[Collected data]
====
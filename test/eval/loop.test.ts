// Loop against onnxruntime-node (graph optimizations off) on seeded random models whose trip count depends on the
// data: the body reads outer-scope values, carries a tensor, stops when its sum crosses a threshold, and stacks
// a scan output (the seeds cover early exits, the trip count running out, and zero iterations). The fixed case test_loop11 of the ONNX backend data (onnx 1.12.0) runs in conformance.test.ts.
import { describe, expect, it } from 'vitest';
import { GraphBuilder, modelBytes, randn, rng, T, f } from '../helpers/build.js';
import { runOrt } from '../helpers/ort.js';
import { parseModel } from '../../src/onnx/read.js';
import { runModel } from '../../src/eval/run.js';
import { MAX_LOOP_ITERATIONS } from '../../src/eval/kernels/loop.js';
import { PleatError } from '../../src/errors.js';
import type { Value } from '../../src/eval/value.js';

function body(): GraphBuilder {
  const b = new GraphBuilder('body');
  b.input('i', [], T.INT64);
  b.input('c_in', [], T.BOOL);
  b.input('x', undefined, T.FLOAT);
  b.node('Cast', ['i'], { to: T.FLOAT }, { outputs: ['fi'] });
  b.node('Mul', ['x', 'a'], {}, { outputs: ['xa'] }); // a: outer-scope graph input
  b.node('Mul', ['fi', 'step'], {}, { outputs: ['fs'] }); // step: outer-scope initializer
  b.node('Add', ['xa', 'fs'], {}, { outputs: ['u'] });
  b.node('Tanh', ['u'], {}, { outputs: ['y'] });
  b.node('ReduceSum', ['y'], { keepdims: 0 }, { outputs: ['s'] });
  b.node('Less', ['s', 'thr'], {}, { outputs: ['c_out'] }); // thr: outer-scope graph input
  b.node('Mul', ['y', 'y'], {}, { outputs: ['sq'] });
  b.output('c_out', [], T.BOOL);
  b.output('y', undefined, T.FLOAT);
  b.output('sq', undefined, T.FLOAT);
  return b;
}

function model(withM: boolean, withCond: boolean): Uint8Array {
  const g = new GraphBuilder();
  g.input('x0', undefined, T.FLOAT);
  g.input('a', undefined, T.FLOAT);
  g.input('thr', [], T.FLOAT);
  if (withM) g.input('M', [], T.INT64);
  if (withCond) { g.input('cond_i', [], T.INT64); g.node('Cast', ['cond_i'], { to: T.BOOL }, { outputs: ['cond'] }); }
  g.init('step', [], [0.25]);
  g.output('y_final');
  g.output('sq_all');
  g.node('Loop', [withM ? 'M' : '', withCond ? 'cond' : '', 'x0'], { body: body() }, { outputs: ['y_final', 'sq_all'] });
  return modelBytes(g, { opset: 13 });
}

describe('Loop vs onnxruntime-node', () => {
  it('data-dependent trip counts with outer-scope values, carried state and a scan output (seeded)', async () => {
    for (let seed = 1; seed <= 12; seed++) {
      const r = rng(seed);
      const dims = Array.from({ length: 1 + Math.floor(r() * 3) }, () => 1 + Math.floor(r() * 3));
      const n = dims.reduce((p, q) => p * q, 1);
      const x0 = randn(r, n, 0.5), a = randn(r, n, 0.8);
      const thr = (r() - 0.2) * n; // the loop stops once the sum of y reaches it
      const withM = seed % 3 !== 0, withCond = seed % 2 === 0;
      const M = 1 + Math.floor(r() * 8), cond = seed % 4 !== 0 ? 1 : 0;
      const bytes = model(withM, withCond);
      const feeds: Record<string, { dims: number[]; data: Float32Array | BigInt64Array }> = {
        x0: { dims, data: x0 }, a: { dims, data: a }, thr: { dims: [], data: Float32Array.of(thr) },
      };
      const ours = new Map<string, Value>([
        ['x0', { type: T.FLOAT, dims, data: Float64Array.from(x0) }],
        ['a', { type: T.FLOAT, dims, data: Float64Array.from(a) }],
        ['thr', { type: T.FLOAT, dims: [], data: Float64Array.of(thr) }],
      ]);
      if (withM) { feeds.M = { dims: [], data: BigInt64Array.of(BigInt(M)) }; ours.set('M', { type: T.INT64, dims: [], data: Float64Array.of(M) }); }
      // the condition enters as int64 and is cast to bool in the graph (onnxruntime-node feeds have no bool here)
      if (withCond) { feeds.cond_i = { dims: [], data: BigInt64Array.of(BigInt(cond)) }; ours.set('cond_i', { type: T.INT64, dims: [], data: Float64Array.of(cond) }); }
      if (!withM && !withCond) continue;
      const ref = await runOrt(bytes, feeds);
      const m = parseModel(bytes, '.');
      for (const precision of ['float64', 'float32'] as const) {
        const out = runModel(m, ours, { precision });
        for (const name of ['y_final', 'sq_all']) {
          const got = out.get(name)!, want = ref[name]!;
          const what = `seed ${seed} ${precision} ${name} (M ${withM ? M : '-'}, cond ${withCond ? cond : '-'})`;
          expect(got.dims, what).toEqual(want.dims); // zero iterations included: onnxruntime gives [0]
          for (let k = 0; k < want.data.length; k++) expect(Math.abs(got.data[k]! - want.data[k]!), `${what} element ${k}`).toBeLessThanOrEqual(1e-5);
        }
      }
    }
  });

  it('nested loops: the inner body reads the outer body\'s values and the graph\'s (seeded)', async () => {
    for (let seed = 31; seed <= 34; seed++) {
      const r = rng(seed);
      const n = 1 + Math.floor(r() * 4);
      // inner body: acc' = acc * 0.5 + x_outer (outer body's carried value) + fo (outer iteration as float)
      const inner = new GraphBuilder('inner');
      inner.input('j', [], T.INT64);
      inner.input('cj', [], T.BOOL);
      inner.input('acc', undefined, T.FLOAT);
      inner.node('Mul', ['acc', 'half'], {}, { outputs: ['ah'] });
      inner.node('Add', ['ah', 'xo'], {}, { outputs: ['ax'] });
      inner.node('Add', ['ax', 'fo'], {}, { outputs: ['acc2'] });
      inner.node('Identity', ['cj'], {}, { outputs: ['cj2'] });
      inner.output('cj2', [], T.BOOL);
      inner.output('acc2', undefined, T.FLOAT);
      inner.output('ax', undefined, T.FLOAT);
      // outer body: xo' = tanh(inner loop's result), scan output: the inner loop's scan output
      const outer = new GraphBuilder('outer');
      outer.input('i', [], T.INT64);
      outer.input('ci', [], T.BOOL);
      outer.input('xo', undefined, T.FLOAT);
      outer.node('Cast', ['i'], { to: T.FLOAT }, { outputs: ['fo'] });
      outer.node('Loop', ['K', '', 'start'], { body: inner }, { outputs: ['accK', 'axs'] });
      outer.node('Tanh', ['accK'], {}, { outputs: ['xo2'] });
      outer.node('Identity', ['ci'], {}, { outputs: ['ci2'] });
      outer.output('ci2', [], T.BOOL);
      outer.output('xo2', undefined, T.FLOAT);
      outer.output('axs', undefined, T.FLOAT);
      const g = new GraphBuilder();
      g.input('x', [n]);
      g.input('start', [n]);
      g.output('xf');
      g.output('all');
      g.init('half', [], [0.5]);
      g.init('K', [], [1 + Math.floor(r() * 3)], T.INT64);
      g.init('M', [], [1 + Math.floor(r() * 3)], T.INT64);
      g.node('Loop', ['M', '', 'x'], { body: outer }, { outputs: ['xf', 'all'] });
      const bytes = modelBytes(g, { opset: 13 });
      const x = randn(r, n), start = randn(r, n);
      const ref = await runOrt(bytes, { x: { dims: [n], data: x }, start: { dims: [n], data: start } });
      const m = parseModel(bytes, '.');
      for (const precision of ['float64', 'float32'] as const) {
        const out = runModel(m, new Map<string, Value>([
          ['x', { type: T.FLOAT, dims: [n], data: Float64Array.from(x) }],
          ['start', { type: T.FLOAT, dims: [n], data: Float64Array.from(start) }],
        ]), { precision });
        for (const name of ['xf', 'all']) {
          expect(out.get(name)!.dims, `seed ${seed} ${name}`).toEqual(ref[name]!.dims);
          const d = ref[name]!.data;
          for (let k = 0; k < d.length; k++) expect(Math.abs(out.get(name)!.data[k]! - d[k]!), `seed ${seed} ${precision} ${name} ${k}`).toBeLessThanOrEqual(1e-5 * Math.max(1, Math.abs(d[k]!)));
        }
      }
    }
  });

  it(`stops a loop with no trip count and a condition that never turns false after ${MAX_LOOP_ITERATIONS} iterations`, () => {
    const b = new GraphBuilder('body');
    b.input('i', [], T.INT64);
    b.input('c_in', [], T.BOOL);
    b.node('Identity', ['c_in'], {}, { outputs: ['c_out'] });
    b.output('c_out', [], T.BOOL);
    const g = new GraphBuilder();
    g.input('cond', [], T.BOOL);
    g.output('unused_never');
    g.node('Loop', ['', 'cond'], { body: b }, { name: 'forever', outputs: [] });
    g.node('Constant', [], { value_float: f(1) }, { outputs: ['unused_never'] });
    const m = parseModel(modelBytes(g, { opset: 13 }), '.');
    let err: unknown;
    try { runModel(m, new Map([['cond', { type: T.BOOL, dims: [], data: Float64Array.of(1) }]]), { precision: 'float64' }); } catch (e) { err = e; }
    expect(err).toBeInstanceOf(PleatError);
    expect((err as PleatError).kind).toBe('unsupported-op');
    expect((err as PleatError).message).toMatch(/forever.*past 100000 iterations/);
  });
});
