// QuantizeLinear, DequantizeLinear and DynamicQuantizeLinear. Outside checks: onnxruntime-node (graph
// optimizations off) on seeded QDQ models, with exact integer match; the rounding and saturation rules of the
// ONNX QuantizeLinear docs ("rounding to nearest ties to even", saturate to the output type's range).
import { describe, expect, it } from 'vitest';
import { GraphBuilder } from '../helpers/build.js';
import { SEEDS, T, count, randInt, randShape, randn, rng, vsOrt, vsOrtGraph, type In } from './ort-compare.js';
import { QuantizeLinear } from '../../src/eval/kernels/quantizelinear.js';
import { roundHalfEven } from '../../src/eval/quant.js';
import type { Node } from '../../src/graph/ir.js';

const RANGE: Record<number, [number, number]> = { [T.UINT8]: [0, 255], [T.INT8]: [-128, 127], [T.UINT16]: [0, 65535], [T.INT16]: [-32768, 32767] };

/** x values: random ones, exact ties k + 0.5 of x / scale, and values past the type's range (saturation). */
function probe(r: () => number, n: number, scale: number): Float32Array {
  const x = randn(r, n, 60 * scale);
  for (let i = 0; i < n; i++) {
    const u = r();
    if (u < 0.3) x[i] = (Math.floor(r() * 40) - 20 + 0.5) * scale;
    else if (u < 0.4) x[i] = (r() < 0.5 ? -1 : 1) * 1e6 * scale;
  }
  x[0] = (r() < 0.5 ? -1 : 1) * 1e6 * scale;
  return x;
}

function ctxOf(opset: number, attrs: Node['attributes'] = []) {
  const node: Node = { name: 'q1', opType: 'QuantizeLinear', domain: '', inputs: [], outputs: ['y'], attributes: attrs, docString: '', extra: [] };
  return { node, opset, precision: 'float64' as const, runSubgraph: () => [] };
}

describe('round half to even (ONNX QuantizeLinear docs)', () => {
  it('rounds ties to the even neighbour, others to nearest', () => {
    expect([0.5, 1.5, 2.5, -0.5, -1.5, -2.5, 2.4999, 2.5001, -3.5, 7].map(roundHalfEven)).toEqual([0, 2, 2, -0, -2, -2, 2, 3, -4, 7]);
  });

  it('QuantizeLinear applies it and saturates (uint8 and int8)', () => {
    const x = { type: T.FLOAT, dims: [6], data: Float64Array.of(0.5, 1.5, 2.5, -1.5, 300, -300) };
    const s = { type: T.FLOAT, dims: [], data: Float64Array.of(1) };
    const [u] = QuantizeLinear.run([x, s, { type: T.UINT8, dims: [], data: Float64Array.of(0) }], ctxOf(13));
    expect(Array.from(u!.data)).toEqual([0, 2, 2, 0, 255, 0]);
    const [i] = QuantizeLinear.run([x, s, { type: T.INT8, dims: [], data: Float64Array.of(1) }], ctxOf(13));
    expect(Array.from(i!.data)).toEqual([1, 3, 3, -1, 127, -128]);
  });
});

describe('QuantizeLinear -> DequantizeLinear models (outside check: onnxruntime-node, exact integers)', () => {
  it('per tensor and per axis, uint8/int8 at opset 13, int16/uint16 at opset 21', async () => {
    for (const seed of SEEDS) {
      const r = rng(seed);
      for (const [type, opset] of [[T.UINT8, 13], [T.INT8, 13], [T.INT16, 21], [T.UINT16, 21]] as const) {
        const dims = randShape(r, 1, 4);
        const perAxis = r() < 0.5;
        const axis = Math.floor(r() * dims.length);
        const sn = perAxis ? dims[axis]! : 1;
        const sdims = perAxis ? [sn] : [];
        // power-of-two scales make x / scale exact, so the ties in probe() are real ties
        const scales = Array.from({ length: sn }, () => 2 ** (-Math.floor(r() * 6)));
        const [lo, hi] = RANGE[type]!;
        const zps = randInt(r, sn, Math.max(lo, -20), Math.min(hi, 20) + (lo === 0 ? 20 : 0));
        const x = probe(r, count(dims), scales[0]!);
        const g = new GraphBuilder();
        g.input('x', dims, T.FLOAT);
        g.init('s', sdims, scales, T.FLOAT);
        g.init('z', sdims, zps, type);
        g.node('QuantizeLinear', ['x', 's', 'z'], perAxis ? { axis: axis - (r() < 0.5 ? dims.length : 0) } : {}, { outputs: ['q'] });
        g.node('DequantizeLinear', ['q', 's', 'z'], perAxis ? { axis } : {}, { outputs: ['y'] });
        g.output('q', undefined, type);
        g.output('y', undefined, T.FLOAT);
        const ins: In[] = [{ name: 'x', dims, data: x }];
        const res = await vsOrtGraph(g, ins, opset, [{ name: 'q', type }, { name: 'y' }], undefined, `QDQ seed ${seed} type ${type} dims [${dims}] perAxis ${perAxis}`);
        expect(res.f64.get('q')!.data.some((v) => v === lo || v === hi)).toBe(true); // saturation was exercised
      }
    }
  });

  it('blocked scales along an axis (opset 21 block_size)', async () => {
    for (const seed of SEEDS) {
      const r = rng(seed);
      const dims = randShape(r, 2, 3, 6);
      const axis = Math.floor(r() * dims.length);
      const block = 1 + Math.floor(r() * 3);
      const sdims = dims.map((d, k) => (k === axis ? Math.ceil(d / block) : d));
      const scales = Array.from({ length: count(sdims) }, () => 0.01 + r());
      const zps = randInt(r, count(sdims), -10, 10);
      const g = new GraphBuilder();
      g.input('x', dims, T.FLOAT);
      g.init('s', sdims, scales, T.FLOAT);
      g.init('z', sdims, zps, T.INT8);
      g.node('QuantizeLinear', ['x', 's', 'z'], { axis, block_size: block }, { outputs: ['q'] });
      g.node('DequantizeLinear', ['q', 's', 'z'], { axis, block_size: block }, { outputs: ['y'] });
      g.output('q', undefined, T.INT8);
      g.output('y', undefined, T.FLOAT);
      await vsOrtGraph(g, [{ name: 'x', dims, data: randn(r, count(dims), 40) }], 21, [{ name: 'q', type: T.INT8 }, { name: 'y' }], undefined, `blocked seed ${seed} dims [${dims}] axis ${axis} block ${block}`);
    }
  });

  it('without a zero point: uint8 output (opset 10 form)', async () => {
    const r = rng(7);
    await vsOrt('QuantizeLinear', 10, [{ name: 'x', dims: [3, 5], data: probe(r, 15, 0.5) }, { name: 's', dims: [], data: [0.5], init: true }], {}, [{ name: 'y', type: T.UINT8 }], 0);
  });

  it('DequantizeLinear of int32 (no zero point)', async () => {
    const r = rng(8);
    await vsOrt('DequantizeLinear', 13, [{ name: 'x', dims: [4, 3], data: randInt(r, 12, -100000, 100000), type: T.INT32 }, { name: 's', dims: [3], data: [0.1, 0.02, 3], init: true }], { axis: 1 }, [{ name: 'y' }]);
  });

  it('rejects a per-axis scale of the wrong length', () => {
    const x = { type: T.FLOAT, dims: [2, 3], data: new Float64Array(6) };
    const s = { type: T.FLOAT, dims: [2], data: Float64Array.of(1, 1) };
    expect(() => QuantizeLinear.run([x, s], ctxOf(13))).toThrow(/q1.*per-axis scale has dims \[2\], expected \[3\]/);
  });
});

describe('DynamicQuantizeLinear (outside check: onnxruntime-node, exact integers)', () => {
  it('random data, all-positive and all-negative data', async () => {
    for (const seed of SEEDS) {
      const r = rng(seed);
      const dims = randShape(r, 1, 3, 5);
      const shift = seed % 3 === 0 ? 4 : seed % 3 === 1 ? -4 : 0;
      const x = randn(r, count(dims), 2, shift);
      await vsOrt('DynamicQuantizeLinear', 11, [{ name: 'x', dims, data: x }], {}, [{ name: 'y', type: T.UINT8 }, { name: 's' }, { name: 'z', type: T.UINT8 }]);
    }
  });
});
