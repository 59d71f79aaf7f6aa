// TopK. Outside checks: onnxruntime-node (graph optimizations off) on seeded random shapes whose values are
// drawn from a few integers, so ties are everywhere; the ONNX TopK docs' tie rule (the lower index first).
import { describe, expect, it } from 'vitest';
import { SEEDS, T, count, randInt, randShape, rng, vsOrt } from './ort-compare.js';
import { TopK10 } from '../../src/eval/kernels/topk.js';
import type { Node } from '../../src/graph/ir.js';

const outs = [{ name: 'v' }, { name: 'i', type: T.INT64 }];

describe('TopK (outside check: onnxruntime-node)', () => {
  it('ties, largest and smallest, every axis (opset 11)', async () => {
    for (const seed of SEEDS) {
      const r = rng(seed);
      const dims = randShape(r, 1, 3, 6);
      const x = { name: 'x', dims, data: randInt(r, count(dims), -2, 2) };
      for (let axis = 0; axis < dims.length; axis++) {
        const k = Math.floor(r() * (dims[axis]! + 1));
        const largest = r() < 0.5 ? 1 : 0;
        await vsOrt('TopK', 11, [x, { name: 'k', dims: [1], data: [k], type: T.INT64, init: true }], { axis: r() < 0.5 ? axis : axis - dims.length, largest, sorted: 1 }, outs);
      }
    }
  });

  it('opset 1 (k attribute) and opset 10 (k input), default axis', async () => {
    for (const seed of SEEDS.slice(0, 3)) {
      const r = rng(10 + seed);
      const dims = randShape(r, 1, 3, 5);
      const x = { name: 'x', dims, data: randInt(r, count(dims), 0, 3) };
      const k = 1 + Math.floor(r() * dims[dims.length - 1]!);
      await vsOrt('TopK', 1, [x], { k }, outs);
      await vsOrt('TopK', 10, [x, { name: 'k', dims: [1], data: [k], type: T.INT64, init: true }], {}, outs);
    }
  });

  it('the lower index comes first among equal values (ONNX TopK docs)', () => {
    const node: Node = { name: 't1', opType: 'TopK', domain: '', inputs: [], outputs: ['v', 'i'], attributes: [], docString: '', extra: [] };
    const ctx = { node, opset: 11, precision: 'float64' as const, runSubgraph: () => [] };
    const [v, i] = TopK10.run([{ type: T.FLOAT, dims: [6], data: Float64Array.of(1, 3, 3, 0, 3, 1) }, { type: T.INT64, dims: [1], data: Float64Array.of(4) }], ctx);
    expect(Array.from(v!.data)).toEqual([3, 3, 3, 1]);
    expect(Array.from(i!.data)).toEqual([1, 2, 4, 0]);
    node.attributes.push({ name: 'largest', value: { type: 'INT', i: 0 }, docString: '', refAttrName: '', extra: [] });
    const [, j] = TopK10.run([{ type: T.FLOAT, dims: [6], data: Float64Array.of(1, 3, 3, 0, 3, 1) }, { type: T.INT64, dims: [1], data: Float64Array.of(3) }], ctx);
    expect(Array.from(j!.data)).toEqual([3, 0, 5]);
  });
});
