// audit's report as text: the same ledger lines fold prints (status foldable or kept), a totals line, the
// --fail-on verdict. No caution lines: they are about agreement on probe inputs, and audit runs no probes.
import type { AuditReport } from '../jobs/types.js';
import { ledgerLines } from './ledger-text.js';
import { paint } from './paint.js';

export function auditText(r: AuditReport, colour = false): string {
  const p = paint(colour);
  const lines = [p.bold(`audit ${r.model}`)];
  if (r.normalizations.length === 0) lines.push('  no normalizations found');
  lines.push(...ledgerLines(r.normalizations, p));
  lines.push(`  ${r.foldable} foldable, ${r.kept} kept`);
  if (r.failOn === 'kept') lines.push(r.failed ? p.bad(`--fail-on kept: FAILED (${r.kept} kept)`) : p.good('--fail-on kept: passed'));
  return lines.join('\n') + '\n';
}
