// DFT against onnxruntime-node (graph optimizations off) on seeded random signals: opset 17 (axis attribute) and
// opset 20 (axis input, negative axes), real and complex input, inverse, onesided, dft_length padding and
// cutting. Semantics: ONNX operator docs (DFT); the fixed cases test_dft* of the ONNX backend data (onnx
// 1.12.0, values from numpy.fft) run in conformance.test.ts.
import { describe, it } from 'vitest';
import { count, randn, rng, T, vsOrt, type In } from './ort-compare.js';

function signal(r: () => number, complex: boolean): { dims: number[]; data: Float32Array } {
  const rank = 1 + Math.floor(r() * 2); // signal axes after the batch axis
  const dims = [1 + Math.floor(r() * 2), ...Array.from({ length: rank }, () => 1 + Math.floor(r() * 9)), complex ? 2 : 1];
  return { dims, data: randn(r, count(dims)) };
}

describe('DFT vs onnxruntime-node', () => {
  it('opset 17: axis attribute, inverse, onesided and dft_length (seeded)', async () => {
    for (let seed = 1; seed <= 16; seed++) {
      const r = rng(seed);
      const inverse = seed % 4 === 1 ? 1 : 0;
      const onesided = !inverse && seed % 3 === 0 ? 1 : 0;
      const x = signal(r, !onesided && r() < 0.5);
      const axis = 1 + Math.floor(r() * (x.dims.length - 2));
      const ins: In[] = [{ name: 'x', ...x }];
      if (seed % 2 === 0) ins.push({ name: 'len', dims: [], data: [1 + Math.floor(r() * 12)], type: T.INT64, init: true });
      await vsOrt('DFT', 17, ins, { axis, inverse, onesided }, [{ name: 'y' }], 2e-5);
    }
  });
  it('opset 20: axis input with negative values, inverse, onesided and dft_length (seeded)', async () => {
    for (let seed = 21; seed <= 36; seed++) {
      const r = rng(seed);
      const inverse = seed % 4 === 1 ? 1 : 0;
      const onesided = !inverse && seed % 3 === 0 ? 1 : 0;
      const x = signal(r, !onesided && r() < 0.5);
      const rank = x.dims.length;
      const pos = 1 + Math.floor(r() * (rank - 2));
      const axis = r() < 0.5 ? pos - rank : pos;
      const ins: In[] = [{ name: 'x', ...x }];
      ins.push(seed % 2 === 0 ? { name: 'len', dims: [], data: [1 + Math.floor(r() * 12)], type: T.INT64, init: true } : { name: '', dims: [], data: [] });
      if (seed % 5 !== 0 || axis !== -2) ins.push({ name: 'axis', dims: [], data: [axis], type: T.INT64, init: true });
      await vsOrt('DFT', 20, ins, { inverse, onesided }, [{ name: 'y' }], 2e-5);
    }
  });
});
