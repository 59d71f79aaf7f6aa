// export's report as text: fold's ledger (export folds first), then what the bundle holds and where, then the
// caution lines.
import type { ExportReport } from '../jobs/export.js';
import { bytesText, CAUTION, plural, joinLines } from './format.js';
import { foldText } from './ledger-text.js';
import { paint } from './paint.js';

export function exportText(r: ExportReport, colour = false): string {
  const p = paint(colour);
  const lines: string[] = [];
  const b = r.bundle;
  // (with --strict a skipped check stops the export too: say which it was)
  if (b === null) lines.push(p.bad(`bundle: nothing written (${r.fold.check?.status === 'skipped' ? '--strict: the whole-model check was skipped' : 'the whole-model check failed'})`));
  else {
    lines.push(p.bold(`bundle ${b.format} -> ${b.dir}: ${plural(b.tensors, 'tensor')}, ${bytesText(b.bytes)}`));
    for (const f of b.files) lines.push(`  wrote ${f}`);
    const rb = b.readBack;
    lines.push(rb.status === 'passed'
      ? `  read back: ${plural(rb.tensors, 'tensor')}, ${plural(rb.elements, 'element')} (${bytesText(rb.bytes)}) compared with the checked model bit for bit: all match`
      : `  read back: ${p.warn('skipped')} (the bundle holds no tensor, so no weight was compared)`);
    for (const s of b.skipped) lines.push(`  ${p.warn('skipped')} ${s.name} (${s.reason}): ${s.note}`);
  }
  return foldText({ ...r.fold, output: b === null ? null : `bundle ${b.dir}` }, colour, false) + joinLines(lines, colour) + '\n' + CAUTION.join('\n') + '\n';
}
====
Please give an exact copy of the entries above, from the line with "attrs, docString: '', extra: []" down to the line with "describe('round half to", inclusive, and nothing else.

  const node: Node = { name: 'q1', opType: 'QuantizeLinear', domain: '', inputs: [], outputs: ['y'], attributes: attrs, docString: '', extra: [] };
  return { node, opset, precision: 'float64' as const, runSubgraph: () => [] };
}

describe('round half to even (ONNX QuantizeLinear docs)', () => {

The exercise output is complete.